I had the same problem. The problem lies in the alignment stop on the left hand side of the jig. This sets the offset between the horizontal board and the vertical board. For the large jig, this is 1/2 inch. The problem is the manual says position the vertical board centered between the pins of the jig and then slide and lock the alignment jig against the vertical board, and you will have a stop for the horizontal board with the correct offset. The problem is the alignment stop doesn't lie perpendicular to the jig when you press it firmly against the jig. So this throws off the alignment between the top and bottom boards. The way I got around this is to position the vertical board between the pins and square it up using the dovetail template. Then remove the template and position the horizontal board perpendicular to the vertical one, and offset it 1/2 inch to the left. Lock these boards in place with the jig clamps.

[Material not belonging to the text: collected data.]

package quant

import (
	"fmt"
	"math"
	"math/big"

	"github.com/plumbref/plumb/internal/num"
)

// Tensor is a quantised [Rows, Cols] tensor: its codes, row-major, and one
// scale (and, when asymmetric, one zero point) per block of the scheme, in
// block order (see Granularity and Channel).
type Tensor struct {
	Rows, Cols int
	Scheme     Scheme
	Codes      []int8    // Rows·Cols codes in the scheme's Limits
	Scales     []float64 // one per block: positive values of Scheme.Scale
	Zeros      []int8    // one zero point per block when asymmetric; empty otherwise
	FloatZeros []float64 // one zero point per block, a value of Scheme.Scale, when asymmetric-float; empty otherwise
}

// Quantise returns x, a row-major [rows, cols] tensor, quantised under s.
//
// For each block (the elements that share a scale) with codes lo..hi
// (Scheme.Limits), the scale is chosen from the block's extremes:
//
//	symmetric:  s = up(fl(amax / hi)),             amax = max |x|
//	asymmetric: s = up(fl(fl(xmax − xmin) / (hi − lo))),  xmin = min(x, 0), xmax = max(x, 0)
//	            z = lo − round(xmin / s)
//	asymmetric-float: s as asymmetric with xmin = min x, xmax = max x,
//	            z = lo − xmin/s rounded once to the scale format (not an integer)
//
// Under RulePercentile the extremes are first limited to ±P, P the
// Scheme.Percentile-th percentile of the block's |x| by nearest rank (the
// ⌈p·n/100⌉-th smallest of n, rank at least 1; common practice for
// percentile calibration): amax = min(amax, P), xmin = max(xmin, −P),
// xmax = min(xmax, P). The elements beyond are clipped to lo or hi; Bound's
// s/2 then holds for the unclipped elements only, and BoundOf reports each
// clipped element's own error.
//
// where fl rounds upward to float64 (so that the quotient is never below
// the exact one) and up(q) is the smallest value of the scale format that
// is ≥ q: the scale is rounded to its format before any element is
// quantised, and rounded upward, so that no element of the block falls
// outside the codes. (Rounding the scale to nearest instead can land below
// amax/hi, and then amax/s rounds past hi and is clipped: in bfloat16 by up
// to 127·2^−8 steps.) A block of zeros takes the scale 1. The codes are
//
//	q = clamp(round(x / s) + z, lo, hi)    (z = 0 when symmetric)
//	q = clamp(round(x / s + z), lo, hi)    (asymmetric-float)
//
// with round the exact nearest integer to the quotient, ties broken by
// Scheme.Rounding (Jacob et al. 2018, arXiv 1712.05877, §2.1 Eq. (1) and
// (2): r = S(q − Z), Z an integer so that real zero is a code).
//
// Special cases are:
//
//	rows = 0 or cols = 0        empty codes; one scale of 1 per block (PerTensor: one)
//	a block of zeros            scale 1, codes 0 (asymmetric: z = lo, codes lo)
//	a block whose chosen extremes are 0 (percentile of mostly zeros)  scale 1
//	a float zero point beyond the scale format  error ErrValue
//	asymmetric-float with pow2 scales           error ErrOption
//	Scheme.Percentile not in (0, 100] under RulePercentile  error ErrOption
//	x holds NaN or ±Inf         error ErrValue
//	up(q) beyond the format     error ErrValue (binary16: amax > 65504·hi)
//	len(x) ≠ rows·cols          error ErrLength
//	a Group that does not divide its axis  error ErrGroup
func Quantise(x []float64, rows, cols int, s Scheme) (Tensor, error) {
	return quantise("Quantise", x, rows, cols, s)
}

// Quantise32 is Quantise of float32 values, which widen to float64 exactly:
// the same body, the same codes and scales as Quantise of the widened x.
//
// Special cases are those of Quantise.
func Quantise32(x []float32, rows, cols int, s Scheme) (Tensor, error) {
	return quantise("Quantise32", x, rows, cols, s)
}

func quantise[T num.Float](fn string, x []T, rows, cols int, s Scheme) (Tensor, error) {
	if err := checkShape(fn, "x", len(x), rows, cols); err != nil {
		return Tensor{}, err
	}
	g, err := newGrid(fn, rows, cols, s)
	if err != nil {
		return Tensor{}, err
	}
	for i, v := range x {
		if f := float64(v); math.IsNaN(f) || math.IsInf(f, 0) {
			return Tensor{}, fmt.Errorf("%w: %s: x[%d] = %v; want a finite value", ErrValue, fn, i, f)
		}
	}
	vals := make([][]float64, g.blocks) // each block's values
	for r := range rows {
		for c := range cols {
			b := g.block(r, c)
			vals[b] = append(vals[b], float64(x[r*cols+c]))
		}
	}
	lo, hi := s.Limits()
	t := Tensor{Rows: rows, Cols: cols, Scheme: s, Codes: make([]int8, rows*cols), Scales: make([]float64, g.blocks)}
	switch s.Symmetry {
	case Asymmetric:
		t.Zeros = make([]int8, g.blocks)
	case AsymmetricFloat:
		t.FloatZeros = make([]float64, g.blocks)
	}
	for b := range g.blocks {
		xmin, xmax := extremes(vals[b], s)
		var q float64
		if s.Symmetry == Symmetric {
			q = quotientUp(max(-xmin, xmax), float64(hi))
		} else {
			q = quotientUp(differenceUp(xmax, xmin), float64(hi-lo))
		}
		sc := 1.0
		if q > 0 {
			var ok bool
			if sc, ok = s.Scale.up(q); !ok || math.IsInf(q, 0) {
				return Tensor{}, fmt.Errorf("%w: %s: block %d spans [%g, %g], which needs a scale ≥ %g; want one at most the largest %v", ErrValue, fn, b, xmin, xmax, q, s.Scale)
			}
		}
		t.Scales[b] = sc
		switch s.Symmetry {
		case Asymmetric:
			// xmin ≤ 0 and xmin/s ≥ −(hi − lo), so z lies in [lo, hi].
			t.Zeros[b] = int8(lo - nearest(xmin, sc, s.Rounding))
		case AsymmetricFloat:
			z := floatZero(xmin, sc, lo, s.Scale)
			if math.IsInf(z, 0) || math.IsNaN(z) {
				return Tensor{}, fmt.Errorf("%w: %s: block %d has min %g, whose zero point %d − min/s is beyond the largest %v", ErrValue, fn, b, xmin, lo, s.Scale)
			}
			t.FloatZeros[b] = z
		}
	}
	for r := range rows {
		for c := range cols {
			i, b := r*cols+c, g.block(r, c)
			t.Codes[i] = int8(clamp(t.code(float64(x[i]), b), lo, hi))
		}
	}
	return t, nil
}

// extremes returns the least and greatest values a block's scale must
// cover: min(v, 0) and max(v, 0) (symmetric, asymmetric), or min v and max v
// (float zero point; 0 and 0 for an empty block), each limited to ±P, the
// p-th percentile of |v|, under the percentile rule.
func extremes(v []float64, s Scheme) (xmin, xmax float64) {
	if s.Symmetry == AsymmetricFloat && len(v) > 0 {
		xmin, xmax = v[0], v[0]
	}
	for _, x := range v {
		xmin, xmax = min(xmin, x), max(xmax, x)
	}
	if s.Rule == RulePercentile && len(v) > 0 {
		p := percentile(v, s.Percentile)
		xmin, xmax = max(xmin, -p), min(xmax, p)
	}
	return xmin, xmax
}

// floatZero returns the float zero point lo − xmin/s rounded once to the
// scale format f (to nearest, ties to even). When the block holds zero,
// |z| ≤ 128 and every floating scale format holds it within a quarter of a
// step, so xmin lands on code lo; a block far from zero has a large |z|
// (lo − 255 for [10, 20]), which bfloat16 rounds by up to a step or more,
// and then an extreme element can be clipped (BoundOf says by how much).
func floatZero(xmin, s float64, lo int, f ScaleFormat) float64 {
	cf, _ := f.format()
	var r big.Rat
	r.SetFloat64(xmin)
	r.Quo(&r, new(big.Rat).SetFloat64(s))
	r.Sub(big.NewRat(int64(lo), 1), &r)
	return roundRat(&r, cf, false)
}

// code returns the unclamped code of x in block b: the nearest integer to
// x/s + z, ties broken by Scheme.Rounding, decided exactly.
func (t *Tensor) code(x float64, b int) int {
	if t.FloatZeros == nil {
		return nearest(x, t.Scales[b], t.Scheme.Rounding) + t.zero(b)
	}
	var r big.Rat
	r.SetFloat64(x)
	r.Quo(&r, new(big.Rat).SetFloat64(t.Scales[b]))
	r.Add(&r, new(big.Rat).SetFloat64(t.FloatZeros[b]))
	return nearestRat(&r, t.Scheme.Rounding)
}

// differenceUp returns a − b rounded upward to float64.
func differenceUp(a, b float64) float64 {
	d, e := num.TwoSum(a, -b)
	if e > 0 {
		return math.Nextafter(d, math.Inf(1))
	}
	return d
}

// quotientUp returns a/b rounded upward to float64, for a ≥ 0, b > 0.
func quotientUp(a, b float64) float64 {
	q := a / b
	if math.FMA(q, b, -a) < 0 { // the sign of q·b − a, exactly
		return math.Nextafter(q, math.Inf(1))
	}
	return q
}

// check validates t for fn and returns its grid.
func (t *Tensor) check(fn string) (grid, error) {
	if err := checkShape(fn, "Tensor", len(t.Codes), t.Rows, t.Cols); err != nil {
		return grid{}, err
	}
	g, err := newGrid(fn, t.Rows, t.Cols, t.Scheme)
	if err != nil {
		return grid{}, err
	}
	if len(t.Scales) != g.blocks {
		return grid{}, fmt.Errorf("%w: %s: Tensor.Scales has %d values; want one per block, %d", ErrLength, fn, len(t.Scales), g.blocks)
	}
	zeros, floatZeros := 0, 0
	switch t.Scheme.Symmetry {
	case Asymmetric:
		zeros = g.blocks
	case AsymmetricFloat:
		floatZeros = g.blocks
	}
	if len(t.Zeros) != zeros {
		return grid{}, fmt.Errorf("%w: %s: Tensor.Zeros has %d values; want %d (one per block when asymmetric, none otherwise)", ErrLength, fn, len(t.Zeros), zeros)
	}
	if len(t.FloatZeros) != floatZeros {
		return grid{}, fmt.Errorf("%w: %s: Tensor.FloatZeros has %d values; want %d (one per block when asymmetric-float, none otherwise)", ErrLength, fn, len(t.FloatZeros), floatZeros)
	}
	if cf, ok := t.Scheme.Scale.format(); ok {
		for b, z := range t.FloatZeros {
			if math.IsInf(z, 0) || math.IsNaN(z) || !cf.Contains(z) {
				return grid{}, fmt.Errorf("%w: %s: Tensor.FloatZeros[%d] = %v; want a finite %v value", ErrCode, fn, b, z, t.Scheme.Scale)
			}
		}
	}
	for b, v := range t.Scales {
		if !t.Scheme.Scale.contains(v) {
			return grid{}, fmt.Errorf("%w: %s: Tensor.Scales[%d] = %v; want a positive finite %v value", ErrScale, fn, b, v, t.Scheme.Scale)
		}
	}
	lo, hi := t.Scheme.Limits()
	for _, f := range []struct {
		what  string
		codes []int8
	}{{"Codes", t.Codes}, {"Zeros", t.Zeros}} {
		for i, q := range f.codes {
			if int(q) < lo || int(q) > hi {
				return grid{}, fmt.Errorf("%w: %s: Tensor.%s[%d] = %d; want %d ≤ code ≤ %d", ErrCode, fn, f.what, i, q, lo, hi)
			}
		}
	}
	return g, nil
}

// zero returns the zero point of block b (0 when symmetric).
func (t *Tensor) zero(b int) int {
	if len(t.Zeros) == 0 {
		return 0
	}
	return int(t.Zeros[b])
}

// Dequantise returns the values of t's codes, x̂ = (q − z)·s, row-major.
// With an integer zero point (or none) they are exact in float64: q − z is an integer of at most 8 bits
// (|q − z| ≤ 255) and s has at most 24 significand bits (float32, binary16
// and bfloat16 scales; 1 for powers of two), so the product has at most 32
// significand bits, and its exponent, between 2^−149 and 2^128·255, lies
// in float64's normal range. With a float zero point (AsymmetricFloat),
// (q − z)·s is computed exactly and rounded once to float64, to nearest
// with ties to even.
//
// Dequantise has no float32 twin: its inputs are codes, not floats, and its
// output is exact in float64 but not in float32. A float32 caller rounds the
// result once (compare.Narrow). This is the package's rule for every
// function that takes codes and returns float64 values that are exact or
// rounded once (Bound, DecodeMX, BoundMX, DotMX, MatMulInt8).
//
// Special cases are:
//
//	t.Rows = 0 or t.Cols = 0    empty result
//	a scale ≤ 0, NaN, ±Inf, or not of Scheme.Scale   error ErrScale
//	a code or zero point outside Scheme.Limits        error ErrCode
//	Codes, Scales or Zeros of the wrong length        error ErrLength
func Dequantise(t Tensor) ([]float64, error) {
	return t.each("Dequantise", t.value)
}

// value returns x̂ of element i, in block b.
func (t *Tensor) value(i, b int) float64 {
	if t.FloatZeros == nil {
		return float64(int(t.Codes[i])-t.zero(b)) * t.Scales[b]
	}
	var r big.Rat
	r.SetFloat64(t.FloatZeros[b])
	r.Sub(big.NewRat(int64(t.Codes[i]), 1), &r)
	r.Mul(&r, new(big.Rat).SetFloat64(t.Scales[b]))
	v, _ := r.Float64()
	return v
}

// each checks t for fn and returns f(i, b) for every element i, of block b.
func (t *Tensor) each(fn string, f func(i, b int) float64) ([]float64, error) {
	g, err := t.check(fn)
	if err != nil {
		return nil, err
	}
	out := make([]float64, len(t.Codes))
	for r := range t.Rows {
		for c := range t.Cols {
			out[r*t.Cols+c] = f(r*t.Cols+c, g.block(r, c))
		}
	}
	return out, nil
}

// Bound returns, for each element of t, the largest error of round to
// nearest that its scale allows, s/2: half a step of the codes. Under the
// absolute-maximum rule every x that Quantise turned into t satisfies
// |x − x̂| ≤ s/2 for the exact x̂, for no element is clipped (see
// Quantise's rule for the scale); with a float zero point x̂ is then
// rounded once more to float64 (Dequantise). The values are exact (a
// power-of-two scaling).
//
// Under the percentile rule the bound holds for the unclipped elements
// only: an element beyond the extreme codes is clipped, and its error can
// be any size. Bound knows only the codes, so it cannot tell which; BoundOf
// takes x as well and gives clipped elements their actual error.
//
// Special cases are those of Dequantise.
func Bound(t Tensor) ([]float64, error) {
	return t.each("Bound", func(_, b int) float64 { return t.Scales[b] / 2 })
}

// BoundOf returns, for each element of x, the error bound t implies given
// the value it came from: s/2 for an element whose unclamped code
// round(x/s) + z lies in Scheme.Limits (it was not clipped), and for a
// clipped one its actual error |x − x̂|, rounded upward to float64. It is
// Bound wherever nothing was clipped, as always under the
// absolute-maximum rule.
//
// Special cases are those of Dequantise, and:
//
//	len(x) ≠ t.Rows·t.Cols       error ErrLength
//	x holds NaN or ±Inf          error ErrValue
func BoundOf(x []float64, t Tensor) ([]float64, error) { return boundOf("BoundOf", x, t) }

// BoundOf32 is BoundOf of float32 values (widened exactly), each bound
// rounded upward to float32, so that it is still a bound.
//
// Special cases are those of BoundOf.
func BoundOf32(x []float32, t Tensor) ([]float32, error) {
	b, err := boundOf("BoundOf32", x, t)
	if err != nil {
		return nil, err
	}
	out := make([]float32, len(b))
	for i, v := range b {
		out[i] = float32(v)
		if float64(out[i]) < v {
			out[i] = math.Nextafter32(out[i], float32(math.Inf(1)))
		}
	}
	return out, nil
}

func boundOf[T num.Float](fn string, xs []T, t Tensor) ([]float64, error) {
	x := make([]float64, len(xs))
	for i, v := range xs {
		x[i] = float64(v)
	}
	if len(x) != len(t.Codes) {
		return nil, fmt.Errorf("%w: %s: len(x) = %d; want len(t.Codes) = %d", ErrLength, fn, len(x), len(t.Codes))
	}
	for i, v := range x {
		if math.IsNaN(v) || math.IsInf(v, 0) {
			return nil, fmt.Errorf("%w: %s: x[%d] = %v; want a finite value", ErrValue, fn, i, v)
		}
	}
	lo, hi := t.Scheme.Limits()
	return t.each(fn, func(i, b int) float64 {
		if q := t.code(x[i], b); q >= lo && q <= hi {
			return t.Scales[b] / 2
		}
		return math.Abs(differenceUp(max(x[i], t.value(i, b)), min(x[i], t.value(i, b))))
	})
}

Then slide the offset stop against both boards and tighten the lock screw. You won't be square with the offset stop, but you only need to touch the boards in two points, one for the vertical board and one for the horizontal.
I don't know why they don't do a better job with this part.
Once you get this working, the next item is depth of cut. 1/64 can make the difference between a tight fit and a loose fit. After this is dialed in, then adjust the template position if needed forward or backward. If the depth is not right, you'll never get it dialed in.
Pain in the butt to learn to use. I must have made 50 joints before it made sense.
Sorry this is a few years after, but just bought mine and was searching for solutions myself.


----------



## Dmeadows (Jun 28, 2011)

Don't have one but I understand there is some good info here...


----------



## hgrant0617 (Oct 20, 2012)

*Good reference*

This is a good additional manual. One of the best items is the simple addition of a set screw to lock in the template locator. This uses 16 threads per inch. Next time, hey should use something finer. One revolution is a 1/16 th when you are trying to work at 1/64 th. Just buy a 3/8-16 nut at lowe's. This is an essential addition for reproducibility.


----------



## kkclimber (Nov 3, 2013)

*Solution to Allignment Problem*



hgrant0617 said:


> I had the same problem. The problem lies in the alignment stop on the left hand side of the jig. This sets the offset between the horizontal board and the vertical board. For the large jig, this is 1/2 inch. The problem is the manual says position the vertical board centered between the pins of the jig and then slide and lock the alignment jig against the vertical board, and you will have a stop for the horizontal board with the correct offset. The problem is the alignment stop doesn't lie perpendicular to the jig when you press it firmly against the jig. So this throws off the alignment between the top and bottom boards. The way I got around this is to position the vertical board between the pins and square it up using the dovetail template. Then remove the template and position the horizontal board perpendicular to the vertical one, and offset it 1/2 inch to the left. Lock these boards in place with the jig clamps. Then slide the offset stop against both boards and tighten the lock screw. You won't be square with the offset stop, but you only need to touch the boards in two points, one for the vertical board and one for the horizontal.
> I don't know why they don't do a better job with this part.
> Once you get this working, the next item is depth of cut. 1/64 can make the difference between a tight fit and a loose fit. After this is dialed in, then adjust the template position if needed forward or backward. If the depth is not right, you'll never get it dialed in.
> Pain in the butt to learn to use. I must have made 50 joints before it made sense.
> Sorry this is a few years after, but just bought mine and was searching for solutions myself.


Thanks for above which is very useful.

Can you clarrify what you mean say "dialed in" with respect to depth of cut?


----------